--- Requirement ---
What do the lines say from the one containing "if (ratedRippleA !== undefined" to the end of the records? Restate them word for word, and only those.

--- Source data ---
########
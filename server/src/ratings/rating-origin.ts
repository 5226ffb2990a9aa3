/**
 * Origins in words, for hovers and finding messages, and the defaults that stand in when a part
 * says nothing.
 */
import type { Confidence, RatingOrigin } from './rating-records';

/**
 * IFSM is rated for one half-sine of 8.3 ms (a 60 Hz half-cycle, "superimposed on rated load,
 * JEDEC method") unless the part states 10 ms (a 50 Hz half-cycle). REFERENCES.md §5 (C for the
 * 8.3 ms wording); DESIGN.md §5.
 */
export const DEFAULT_IFSM_DURATION_S = 0.0083;

/** The origin attached to {@link DEFAULT_IFSM_DURATION_S} when a part gives no duration. */
export const DEFAULT_IFSM_DURATION_ORIGIN: RatingOrigin = {
  kind: 'default',
  text: 'IFSM taken as rated for one 8.3 ms half-sine (JEDEC method) because the part gives no duration',
};

/** Why `.model BV` is only a fallback: it is a breakdown voltage, not a repetitive rating. */
export const BV_FALLBACK_NOTE =
  'BV of the .model used as VRRM because no rating was given; BV is the breakdown voltage, ' +
  'not a repetitive reverse rating, so add a rate directive with vrrm';

/** A short phrase for a confidence level. */
export function describeConfidence(confidence: Confidence): string {
  switch (confidence) {
    case 'confirmed':
      return 'confirmed in a published source';
    case 'weak':
      return 'weakly sourced';
    case 'from-memory':
      return 'typical class value, from memory, not a check value';
    case 'chosen':
      return 'generic class value of our own choosing';
  }
}

/**
 * Says where a rating came from, in a sentence fragment for a hint: "rate directive for D1",
 * "parts file lib.rectilens-parts.json, part DMAIN", "catalog 1N4007 (…)", or the BV note.
 */
export function describeOrigin(origin: RatingOrigin): string {
  switch (origin.kind) {
    case 'rate-directive':
      return `rate directive for ${origin.target} ${origin.targetName}`;
    case 'parts-file':
      return `parts file ${baseName(origin.uri)}, part ${origin.partName}`;
    case 'catalog':
      return `built-in catalog ${origin.partName} (${origin.source}; ${describeConfidence(origin.confidence)})`;
    case 'model-param':
      return `.model ${origin.modelName} ${origin.param.toUpperCase()}: ${origin.note}`;
    case 'default':
      return origin.text;
  }
}

/** Whether a value may be shown as a checked fact rather than a typical or assumed one. */
export function isCheckGrade(origin: RatingOrigin): boolean {
  if (origin.kind === 'catalog') return origin.confidence === 'confirmed';
  return origin.kind === 'rate-directive' || origin.kind === 'parts-file';
}

function baseName(uri: string): string {
  const cut = Math.max(uri.lastIndexOf('/'), uri.lastIndexOf('\\'));
  return cut >= 0 ? uri.slice(cut + 1) : uri;
}
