/**
 * Capacitor stress arithmetic: the ripple loss, the core's rise above the ambient, and the life
 * estimate by the 10 °C rule.
 *
 * - Loss: P = I_rms²·ESR (Joule heating of the equivalent series resistance; D). Leakage-current
 *   heating is left out: it is small beside the ripple loss in a mains filter (common practice).
 * - Core rise: P·Rθ with the part's core-to-ambient thermal resistance (`rth=`) when given. Without
 *   it, the rated ripple current is taken to heat the core by `RATED_RIPPLE_RISE_K` at rated
 *   conditions, so ΔT = ΔT_rated·(I/I_rated)² (the loss scales as I² at a fixed ESR). Without
 *   either, the core is taken at the ambient and the estimate says so.
 * - Life: L = L0·2^((T0 − T)/10), the rated endurance L0 at T0 doubling for every 10 °C cooler
 *   (REFERENCES.md §4: the 10 °C rule, C). T is the core temperature. Taking T0 as the core
 *   temperature of the rating ignores the rise the rated ripple caused during the endurance test,
 *   which errs on the short side (conservative). The rule is an extrapolation; it is applied as is,
 *   without a ceiling, and is not a guarantee.
 */
import type { CapacitorEndurance } from './rating-records';

/**
 * Core rise at the rated ripple current: 5 K. Common practice, from memory: makers state 5–10 K
 * for general-purpose aluminium electrolytics; the lower end gives the longer (less conservative)
 * life, so a part with an `rth=` rating should state it.
 */
export const RATED_RIPPLE_RISE_K = 5;

/** How the core's rise above the ambient was found. */
export type CoreRiseModel = 'thermal-resistance' | 'rated-ripple' | 'none';

/** I_rms²·ESR (D). */
export function rippleLossW(irmsA: number, esrOhm: number): number {
  return irmsA * irmsA * esrOhm;
}

/** The core's rise above the ambient, and the model that gave it (see the file comment). */
export function coreRiseK(irmsA: number, lossW: number | undefined, rthKPerW?: number, ratedRippleA?: number): { riseK: number; model: CoreRiseModel } {
  if (rthKPerW !== undefined && lossW !== undefined) return { riseK: lossW * rthKPerW, model: 'thermal-resistance' };
  if (ratedRippleA !== undefined && ratedRippleA > 0) return { riseK: RATED_RIPPLE_RISE_K * (irmsA / ratedRippleA) ** 2, model: 'rated-ripple' };
  return { riseK: 0, model: 'none' };
}

/** L = L0·2^((T0 − T)/10) at core temperature `coreC` (REFERENCES.md §4, C). */
export function capacitorLifeHours(endurance: CapacitorEndurance, coreC: number): number {
  return endurance.hours * 2 ** ((endurance.atC - coreC) / 10);
}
########
--- Solution to this problem ---
  if (ratedRippleA !== undefined && ratedRippleA > 0) return { riseK: RATED_RIPPLE_RISE_K * (irmsA / ratedRippleA) ** 2, model: 'rated-ripple' };
  return { riseK: 0, model: 'none' };
}

/** L = L0·2^((T0 − T)/10) at core temperature `coreC` (REFERENCES.md §4, C). */
export function capacitorLifeHours(endurance: CapacitorEndurance, coreC: number): number {
  return endurance.hours * 2 ** ((endurance.atC - coreC) / 10);
}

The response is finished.